Newsletter Editorial, April 2011

Sweden, Africa and solidarity

by  Linnéa Bergholm, Researcher at NAI

Sweden’s contribution to NATO’s intervention in Libya may seriously harm its relations with the African Union (AU). Providing Swedish fighter jets is a misconceived and disingenuous attempt to stand up for humanitarian ideals. Instead, Sweden’s Africa policy ought to be informed by genuine solidarity and commitment to long-term development in Africa. Sweden ought to take a lead in policies to strengthen partnerships between the EU, the UN and the AU. In this respect, the Swedish government should actively promote a more democratic UN, in which Africa is afforded a seat as a permanent member of the UN Security Council.
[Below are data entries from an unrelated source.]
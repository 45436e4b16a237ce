/** Binary search over sorted Float64Arrays: window look-ups in O(log n), never a scan. */

/** First index i with values[i] >= x (values.length if none). */
export function lowerBound(values: Float64Array, x: number): number {
  let lo = 0;
  let hi = values.length;
  while (lo < hi) {
    const mid = (lo + hi) >>> 1;
    if ((values[mid] as number) < x) lo = mid + 1;
    else hi = mid;
  }
  return lo;
}

/** Half-open index range [start, end) of values inside [from, to]. */
export function windowRange(values: Float64Array, from: number, to: number): [number, number] {
  const start = lowerBound(values, from);
  let end = lowerBound(values, to);
  while (end < values.length && (values[end] as number) <= to) end++;
  return [start, end];
}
The decisions of NATO’s lead states about where to drop bombs will have consequences for Sweden’s standing and influence in the Middle East and Africa. Significantly, a number of Arabic and African states hold the view that the US, France and the UK have acted outside the legal parameters of UN Security Council resolution 1973. In addition to enforcing a no fly-zone to save Benghazi, these Western nations have also bombed other targets, most controversially including Gadaffi’s palace in Tripoli. South Africa, Gabon and Nigeria did support resolution 1973 in their capacity as non-permanent UN Security Council members. They have nonetheless been highly critical of how ‘generously’ the resolution has been interpreted.

Sweden should:

  • Take initiatives to foster multilateral agreement as the intervention proceeds.
  • Support the proposals of the Arab League and the AU regarding a ceasefire and political reforms at the earliest possible date.
  • Ask NATO for transparency regarding the intervention’s purposes, tactics and scale.
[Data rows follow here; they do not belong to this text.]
describe("what each digest says", () => {
  beforeAll(async () => {
    await freshShop();
    // Issued to the mechanic, due in 7 days.
    await makeDueTool(t.db, { assetTag: "MIC-7101", dueAt: "2026-06-22", description: "Outside micrometer 1-2 in", issuedTo: t.people.mechanic.id });
    // On the crib shelf, overdue for 10 days: escalated.
    await makeDueTool(t.db, { assetTag: "DIA-7102", dueAt: "2026-06-05", description: "Dial indicator 0-1 in", location: "Crib cabinet D" });
    // Overdue by 2 days and still issued to the inspector: escalated at once.
    await makeDueTool(t.db, { assetTag: "SHG-7103", dueAt: "2026-06-13", description: "Small-hole gauge set", issuedTo: t.people.inspector.id, issuedAt: "2026-06-12T13:00:00Z", dueBackAt: "2026-06-12T22:00:00Z" });
    // The mechanic's own micrometer, at home in their box, due in 30 days.
    await makeDueTool(t.db, { assetTag: "MIC-P-7104", dueAt: "2026-07-15", description: "Personal outside micrometer 0-1 in", ownerUserId: t.people.mechanic.id, location: null });
    await run();
  });

  it("the mechanic's digest lists the tool issued to them and their own tool, with due date, where it is, who has it and a link", async () => {
    const mail = to("mechanic@test.example");
    expect(mail).toHaveLength(1);
    const [m] = mail;
    expect(m.subject).toBe("Tool calibration reminders: 2 coming due (Tenthwise shop)");
    expect(headings(m)).toEqual(["Calibration due within 7 days", "Calibration due within 30 days"]);
    expect(m.text).toContain("MIC-7101  Outside micrometer 1-2 in");
    expect(m.text).toContain("Due: 2026-06-22 (in 7 days)");
    expect(m.text).toContain("Has it: Test mechanic (mechanic@test.example), since 2026-06-15 08:00");
    expect(m.text).toContain(`${SHOP_URL}/tools/MIC-7101`);
    expect(m.text).toContain("MIC-P-7104  Personal outside micrometer 0-1 in");
    expect(m.text).toContain("Where: With its owner");
    expect(m.text).toContain("Has it: Test mechanic (owner)");
    expect(m.text).not.toContain("DIA-7102");
    expect(m.html).toContain(`<a href="${SHOP_URL}/tools/MIC-7101">MIC-7101</a>`);
    expect(m.text).toContain("who alone decide airworthiness and return to service");
  });

  it("the crib attendant's digest is everything due in the crib, most urgent first, including a tool not returned at the end of its shift", async () => {
    const [m] = to("crib@test.example");
    expect(headings(m)).toEqual(["Overdue for calibration", "Not returned to the crib", "Calibration due within 7 days", "Calibration due within 30 days"]);
    expect(m.text).toContain("DIA-7102  Dial indicator 0-1 in\n  Due: 2026-06-05 (10 days overdue; do not use until recalibrated)\n  Where: Crib cabinet D\n  Has it: Nobody: not issued");
    expect(m.text).toContain("SHG-7103  Small-hole gauge set\n  Due: 2026-06-13 (was due back 2026-06-12 17:00)");
    expect(m.text).toContain("Has it: Test inspector (inspector@test.example), since 2026-06-12 08:00");
    expect(m.text).toContain("MIC-P-7104");
    expect(m.subject).toBe("Tool calibration reminders: 2 overdue, 1 not returned, 2 coming due (Tenthwise shop)");
  });

  it("quality's digest has the overdue tools and the escalations, and nothing merely coming due", async () => {
    const [m] = to("quality@test.example");
    expect(headings(m)).toEqual(["Escalated to quality", "Overdue for calibration"]);
    const escalated = m.text.split("== Overdue")[0];
    expect(escalated).toContain("DIA-7102  Dial indicator 0-1 in\n  Due: 2026-06-05 (10 days overdue)");
    expect(escalated).toContain("SHG-7103  Small-hole gauge set\n  Due: 2026-06-13 (2 days overdue and still issued)");
    expect(m.text).not.toContain("MIC-7101");
    expect(m.text).not.toContain("MIC-P-7104");
    expect(m.subject).toBe("Tool calibration reminders: 2 escalated, 2 overdue (Tenthwise shop)");
  });

  it("the inspector holding an overdue tool is told it is overdue and was not returned", async () => {
    const [m] = to("inspector@test.example");
    expect(headings(m)).toEqual(["Overdue for calibration", "Not returned to the crib"]);
  });
});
The view that the implementation of a no fly-zone over Libya is an expression of solidarity rests on a dangerously narrow definition of solidarity. Sweden’s solidarity with the peoples of Africa is better shown through effective and long-term development policy, trade rules and diplomatic relations. Sweden should rethink and renew its commitment on key issues, including its stance on EU-Africa trade policy, the UN focus on preventive diplomacy and reform of the UN Security Council. Sweden should reaffirm its position that developing countries require a more effective say in the UN Security Council, and perhaps also back Africa’s quest for a permanent seat on the UN Security Council.